# First 2 Fatties w/ ABT - Qview



## skyman (Jul 15, 2012)

First attempt at a Fatty. Don't mean to toot my own horn, but they were delicious. But here we go...

1.) Jimmy Dean's Reg. Sausage, Applewood Bacon, Gorgonzola (meant to grab Blue Cheese but a great mistake), and fresh gound Pepper. - Naked








Ingredients


----------



## skyman (Jul 15, 2012)

Fatty #2 - Jimmy Dean's Reg. Sausage, Provalone, Onions, Poblano Pepper, Minced Garlic, and classic Bacon basket weave.







Ingredients













additional layer added after picture was taken



















Counter space is at a premium. So, I had to move to the washer.







Up next The Smoker.


----------



## skyman (Jul 15, 2012)

And for the smoke - 2-1/2 hrs at 225F with some Hickory wood.

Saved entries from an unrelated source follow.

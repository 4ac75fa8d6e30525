"""The material table against published numbers, alloys, and what a user may give."""

from __future__ import annotations

import math
from collections.abc import Callable

import pytest

from wiresolve.describe.materials import Material, alloy_families, alloy_fraction, look_up, table_names
from wiresolve.errors import InputError


# Gaps at 300 K: NSM Archive, Ioffe Institute; AlAs: S. Adachi, J. Appl. Phys. 58, R1 (1985); In0.53Ga0.47As:
# K.-H. Goetz and others, J. Appl. Phys. 54, 4543 (1983). The table has them from 0 K by a fit, from another source.
@pytest.mark.parametrize(
    ("name", "gap_eV", "tolerance_eV"),
    [
        ("GaAs", 1.424, 0.002),
        ("AlAs", 3.018, 0.016),
        ("InAs", 0.354, 0.001),
        ("InP", 1.344, 0.010),
        ("InSb", 0.17, 0.005),
        ("GaSb", 0.725, 0.002),
        ("In0.53Ga0.47As", 0.740, 0.006),
    ],
)
def test_gaps_at_room_temperature(name: str, gap_eV: float, tolerance_eV: float) -> None:
    assert look_up(name, 300).gap_eV == pytest.approx(gap_eV, abs=tolerance_eV)


# I. Vurgaftman, J. R. Meyer, L. R. Ram-Mohan, J. Appl. Phys. 89, 5815 (2001); InAs: see the table's note.
@pytest.mark.parametrize(
    ("name", "mass", "gap_eV"),
    [
        ("GaAs", 0.067, 1.519),
        ("AlAs", 0.15, 3.099),
        ("InP", 0.0795, 1.4236),
        ("InSb", 0.0135, 0.235),
        ("GaSb", 0.039, 0.812),
        ("InAs", 0.024, 0.417),
    ],
)
def test_masses_and_cold_gaps(name: str, mass: float, gap_eV: float) -> None:
    material = look_up(name, 0)
    assert material.electron_mass == pytest.approx(mass, rel=1e-14)
    assert material.gap_eV == gap_eV


def test_edges_stand_on_one_scale() -> None:
    assert len({look_up(name, 4.2).edge_scale for name in table_names()}) == 1
    for name in table_names():
        material = look_up(name, 77)
        values = {v.quantity: v.value for v in material.values}
        assert material.conduction_edge_eV == pytest.approx(values["valence_edge"] + values["gap"], rel=1e-14)


def test_conduction_offsets() -> None:
    def offset(one: str, other: str, kelvin: float) -> float:
        a, b = look_up(one, kelvin).conduction_edge_eV, look_up(other, kelvin).conduction_edge_eV
        assert a is not None
        assert b is not None
        return a - b

    # By hand from the 2001 review: gap 1.519 + 0.3 * 1.58 - 0.21 * (-0.127 + 1.31 * 0.3), valence offset 0.53 * 0.3.
    cubic = 0.3 * 1.58 - 0.21 * (-0.127 + 1.31 * 0.3) - 0.3 * 0.53
    assert offset("Al0.3Ga0.7As", "GaAs", 0) == pytest.approx(cubic, abs=1e-12)
    # 0.26 eV between In0.53Ga0.47As and InP on the same scale; 0.20 to 0.28 in the literature.
    assert offset("InP", "In0.53Ga0.47As", 0) == pytest.approx(0.26, abs=0.01)


def test_alloy_ends_are_the_compounds() -> None:
    for family, of, ends in alloy_families():
        assert of in family
        for fraction, compound in zip((1, 0), ends, strict=True):
            metals = {"AlGaAs": ("Al", "Ga"), "InGaAs": ("In", "Ga")}[family]
            alloy = look_up(f"{metals[0]}{fraction}{metals[1]}{1 - fraction}As", 77)
            end = look_up(compound, 77)
            assert alloy.electron_mass == pytest.approx(end.electron_mass, rel=1e-13)
            assert alloy.conduction_edge_eV == pytest.approx(end.conduction_edge_eV, rel=1e-13)
            assert alloy.permittivity == pytest.approx(end.permittivity, rel=1e-13)
            checked = {v.quantity: v.checked for v in end.values}
            for value in alloy.values:
                if value.quantity != "electron_affinity":
                    assert value.checked == checked[value.quantity], (compound, value.quantity)


def test_either_order_of_an_alloy() -> None:
    one, other = look_up("Al0.3Ga0.7As", 4), look_up("Ga0.7Al0.3As", 4)
    assert one.conduction_edge_eV == other.conduction_edge_eV
    assert other.name == "Ga0.7Al0.3As"
    assert alloy_fraction("In.53Ga.47As") == ("InGaAs", 0.53)
    assert alloy_fraction("GaAs") is None


def test_every_value_has_its_source_and_only_found_ones_are_checked() -> None:
    for name in table_names():
        for value in look_up(name, 4.2).values:
            assert len(value.source) > 20
            assert value.name == name
    checked = {v.quantity for v in look_up("GaAs", 4.2).values if v.checked}
    assert checked == {"electron_mass", "permittivity", "electron_affinity"}
    # A gap is checked only where no fit from memory stands between it and the text: at 0 K.
    assert "gap" in {v.quantity for v in look_up("GaAs", 0).values if v.checked}
    assert not any(v.checked for v in look_up("In0.53Ga0.47As", 4.2).values)


def test_the_choices_between_sources_are_said() -> None:
    def source(name: str, quantity: str) -> str:
        return next(v.source for v in look_up(name, 4.2).values if v.quantity == quantity)

    assert "0.026" in source("InAs", "electron_mass")
    assert "43 meV" in source("Al0.3Ga0.7As", "gap")
    assert "0.46" in source("Al0.3Ga0.7As", "valence_edge")


def test_notes_become_warnings() -> None:
    def codes(name: str, kelvin: float) -> set[str]:
        return {code for code, text, remedy in look_up(name, kelvin).notes if text and remedy}

    assert codes("Al0.3Ga0.7As", 4.2) == set()
    assert codes("Al0.46Ga0.54As", 4.2) == {"indirect-gap"}
    assert codes("AlAs", 300) == {"indirect-gap"}
    assert codes("InAs", 4.2) == set()
    assert codes("GaAs", 900) == {"lattice-temperature"}


@pytest.mark.parametrize(
    ("name", "words"),
    [
        ("GaAz", "'GaAs'"),
        ("gaas", "'GaAs'"),
        ("AlGaAs", '"Al0.3Ga0.7As"'),
        ("Al1.7Ga-0.7As", "between 0 and 1"),
        ("Al-0.1Ga1.1As", "between 0 and 1"),
        ("Al0.3Ga0.6As", "must add up to 1"),
        ("Al0.3In0.7As", "not a known material"),
        ("Al0.3Ga0.7Sb", "not a known material"),
        ("unobtainium", "known are GaAs"),
    ],
)
def test_unknown_materials(name: str, words: str) -> None:
    with pytest.raises(InputError, match=words) as caught:
        look_up(name, 300)
    assert caught.match("^material: ")


def test_a_gap_that_has_closed_is_refused() -> None:
    with pytest.raises(InputError, match="closes"):
        look_up("InSb", 1900)


def test_given_materials() -> None:
    tensor = ((20.0, 1.0, 0.5), (1.0, 10.0, 0.0), (0.5, 0.0, 5.0))
    tilted = Material.given("tilted", inverse_mass=tensor, conduction_edge_eV=0.1, source="invented")
    assert tilted.inverse_mass == tensor
    assert tilted.electron_mass is None
    assert {v.quantity: v.value for v in tilted.values}["inverse_mass_xz"] == 0.5
    assert all("invented" in v.source and not v.checked for v in tilted.values)
    even = Material.given("even", electron_mass=0.05)
    assert even.electron_mass == 0.05
    assert even.conduction_edge_eV is None
    assert even.values[0].source == "given in the wire file"
    oxide = Material.given("oxide", permittivity=3.9)
    assert oxide.inverse_mass == ()


INDEFINITE = [[1, 2, 0], [2, 1, 0], [0, 0, 1]]


@pytest.mark.parametrize(
    ("values", "field", "words"),
    [
        ({}, "electron_mass", "is missing"),
        ({"electron_mass": 0}, "electron_mass", "must be positive"),
        ({"electron_mass": -0.05}, "electron_mass", "must be positive"),
        ({"electron_mass": 1e-4}, "electron_mass", "between 0.001 m0 and 100 m0"),
        ({"electron_mass": 200.0}, "electron_mass", "between 0.001 m0 and 100 m0"),
        ({"electron_mass": math.nan}, "electron_mass", "finite"),
        ({"electron_mass": "heavy"}, "electron_mass", "must be a number"),
        ({"electron_mass": True}, "electron_mass", "must be a number"),
        ({"electron_mass": 0.1, "inverse_mass": INDEFINITE}, "electron_mass", "one of the two"),
        ({"inverse_mass": INDEFINITE}, "inverse_mass", "positive definite"),
        ({"inverse_mass": [[1, 0.2, 0], [0.1, 1, 0], [0, 0, 1]]}, "inverse_mass", "entries 1,2 and 2,1 differ"),
        ({"inverse_mass": [[1, 0], [0, 1]]}, "inverse_mass", "3 x 3"),
        ({"inverse_mass": [[1, 0, 0], [0, 1, 0], 7]}, "inverse_mass", "3 x 3"),
        ({"inverse_mass": [[1, 0, 0], [0, math.inf, 0], [0, 0, 1]]}, r"inverse_mass\[2\]\[2\]", "finite"),
        ({"inverse_mass": [[1e300, 0, 0], [0, 1, 0], [0, 0, 1]]}, "inverse_mass", "below"),
        ({"inverse_mass": [[1, 0, 0], [0, 1, 0], [0, 0, 1e-5]]}, "inverse_mass", "between 0.001 m0 and 100 m0"),
        ({"electron_mass": 0.1, "permittivity": 0.5}, "permittivity", "between 1 and"),
        ({"electron_mass": 0.1, "conduction_edge_eV": 1e9}, "conduction_edge", "between"),
        ({"electron_mass": 0.1, "valley_degeneracy": 2.5}, "valley_degeneracy", "whole number"),
        ({"electron_mass": 0.1, "valley_degeneracy": 0}, "valley_degeneracy", "whole number"),
        ({"electron_mass": 0.1, "source": 7}, "source", "text"),
    ],
)
def test_refused_values(values: dict[str, object], field: str, words: str) -> None:
    build: Callable[..., Material] = Material.given
    with pytest.raises(InputError, match=words) as caught:
        build("probe", **values)
    assert caught.match(f"^{field}: ")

Top Gorgonzola - Bottom is Poblano, Onion, and Provolone







Done on the gas side of my grill, had some major grease fires.

Had them on Medium heat, but ended up with the bottom of my grill being a ball of fire.

Did I mention that I singed my eyebrows and lashes?


----------



## akjoefuss (Jul 16, 2012)

Man those look sweet!


----------



## smokinhusker (Jul 25, 2012)

Nice!


----------



## thrifty token (Jul 25, 2012)

Looks like the hair loss was for a great cause!


----------



## zahlgren (Jul 27, 2012)

Awesome Job!


----------